Sotheby’s are to auction Francis Bacon Figure Writing Reflected In Mirror on 9 May 2012 in their Contemporary Art Evening Sale in New York
Francis Bacon Figure Writing Reflected In Mirror Photo Sothebys
Figure Writing Reflected In Mirror, is among the most powerful and sophisticated paintings by Francis Bacon. The work incorporates some of the artist’s most important themes and iconography, the essence of Bacon’s life and art in an extraordinary painting. Figure Writing Reflected In Mirror was included in the legendary 1977 exhibition at Galerie Claude Bernard, Paris, where it was shown alongside Triptych, 1976, which holds the record price for any work of Contemporary art at auction. The present owners purchased the painting at that exhibition and it has not appeared on the market since. Figure Writing Reflected In Mirror is estimated to fetch $30/40 million and will be exhibited in London beginning 13 April before going on view in New York.

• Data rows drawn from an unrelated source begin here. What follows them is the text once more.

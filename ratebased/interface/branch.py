"""The zero-flux state of a liquid, the sign test against it, and the continuation from it.

A bulk vapour in equilibrium with the bulk liquid, both at its boiling point T_0, exchanges nothing: a known solution.
Followed from there the branch is the one an engineer means; a fold in between changes the sign of the determinant of
the Jacobian. An equal sign is no proof (an even number of folds).
"""
from __future__ import annotations

from dataclasses import dataclass, replace

import numpy as np
from numpy.typing import NDArray

from .blocks import at_rest, evaluate
from .equilibrium import zero_flux_temperature
from .newton import Iterate, newton
from .problem import InterfaceProblem

Array = NDArray[np.float64]

FIRST_STEP, LEAST_STEP, MOST_STEPS = 0.05, 1e-5, 150


@dataclass(frozen=True)
class ZeroFlux:
    """The bulk vapour y (B, n) and temperature T (B,) with which the bulk liquid exchanges nothing."""

    y: Array
    T: Array


def zero_flux_state(problem: InterfaceProblem) -> ZeroFlux:
    """y_0 = K x (non-condensing components as in the bulk vapour) and T_0."""
    T = zero_flux_temperature(problem)
    x, y = problem.x, problem.y
    K = np.where(problem.ordinary, problem.properties.k_value(T, problem.P, x, y), 0.0)
    y_0 = np.where(problem.condensable, K * x, y)
    for _ in range(20):                                       # only where K depends on the vapour
        total = y_0.sum(-1, keepdims=True)
        y_0 = np.where(total > 0, y_0 / np.where(total > 0, total, 1.0), y)
        K = np.where(problem.ordinary, problem.properties.k_value(T, problem.P, x, y_0), 0.0)
        new = np.where(problem.condensable, K * x, y)
        if np.abs(new - y_0).max(initial=0.0) < 1e-12:
            break
        y_0 = new
    total = y_0.sum(-1, keepdims=True)
    return ZeroFlux(np.where(total > 0, y_0 / np.where(total > 0, total, 1.0), y), T)


def between(problem: InterfaceProblem, origin: ZeroFlux, t: Array) -> InterfaceProblem:
    """The problem a fraction t (B,) of the way from the zero-flux state to the bulks asked for."""
    y = origin.y + t[:, None] * (problem.y - origin.y)
    T_V, T_L = origin.T + t * (problem.T_V - origin.T), origin.T + t * (problem.T_L - origin.T)
    model = problem.properties
    return replace(problem, y=y, T_V=T_V, T_L=T_L, H_V=np.asarray(model.vapor_enthalpy(T_V, problem.P, y)),
                   H_L=np.asarray(model.liquid_enthalpy(T_L, problem.P, problem.x)))


def determinant_sign(dz: Array) -> Array:
    """Sign of det(dz), zero where it is not finite."""
    sign, _ = np.linalg.slogdet(np.where(np.isfinite(dz).all((-1, -2), keepdims=True), dz, 0.0))
    return np.asarray(sign, dtype=float)


def zero_flux_sign(problem: InterfaceProblem, origin: ZeroFlux | None = None) -> Array:
    """Sign of the determinant at the zero-flux solution of the same liquids, (B,)."""
    if origin is None:
        origin = zero_flux_state(problem)
    at_zero = between(problem, origin, np.zeros(len(origin.T)))
    return determinant_sign(evaluate(at_zero, at_rest(at_zero, origin.T), origin.y, False).dz)


def continuation(problem: InterfaceProblem, tolerance: float) -> tuple[Iterate, Array]:
    """Follow the solution from the zero-flux state to the bulks asked for; also the fraction of the way reached.

    Iterations are those of all steps together.
    """
    origin = zero_flux_state(problem)
    B = len(origin.T)
    t, step = np.zeros(B), np.full(B, FIRST_STEP)
    z, y, count = at_rest(between(problem, origin, t), origin.T), origin.y.copy(), np.zeros(B, np.int64)
    for _ in range(MOST_STEPS):
        active = np.flatnonzero((t < 1.0) & (step > LEAST_STEP))
        if not len(active):
            break
        aim = np.minimum(1.0, t[active] + step[active])
        there = between(problem.take(active), ZeroFlux(origin.y[active], origin.T[active]), aim)
        run = newton(there, z[active], y[active], tolerance=tolerance, max_iterations=15)
        count[active] += run.iterations
        good = active[run.converged]
        z[good], y[good], t[good] = run.z[run.converged], run.y[run.converged], aim[run.converged]
        step[active] *= np.where(run.converged, 1.5, 0.4)
    return Iterate(z, y, t >= 1.0, count), t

The writing figure represents both Bacon’s partner George Dyer and the artist himself. By giving the figure Dyer’s distinctive profile and his own distinctive sweep of hair, Bacon conflates the two salient subjects that were features of paintings throughout his career. Rather than a precise inverted reflection, the mirror shows a second figure. The near-nakedness and white underwear of both though is strongly reminiscent of the famous photographs of George Dyer taken by John Deakin in Bacon’s studio in about 1965. The seated man, who is brought to life with Bacon’s inimitably urgent brushwork, is confronted by the sheet before him; his creative struggle betrayed by the discarded efforts on the ground. The writing figure here is a direct manifestation of Bacon’s obsession with the written word, which saw him draw inspiration from literary classics ranging from Aeschylus to T.S. Eliot. Despite his fixation, the current work is the artist’s only canvas to feature someone writing.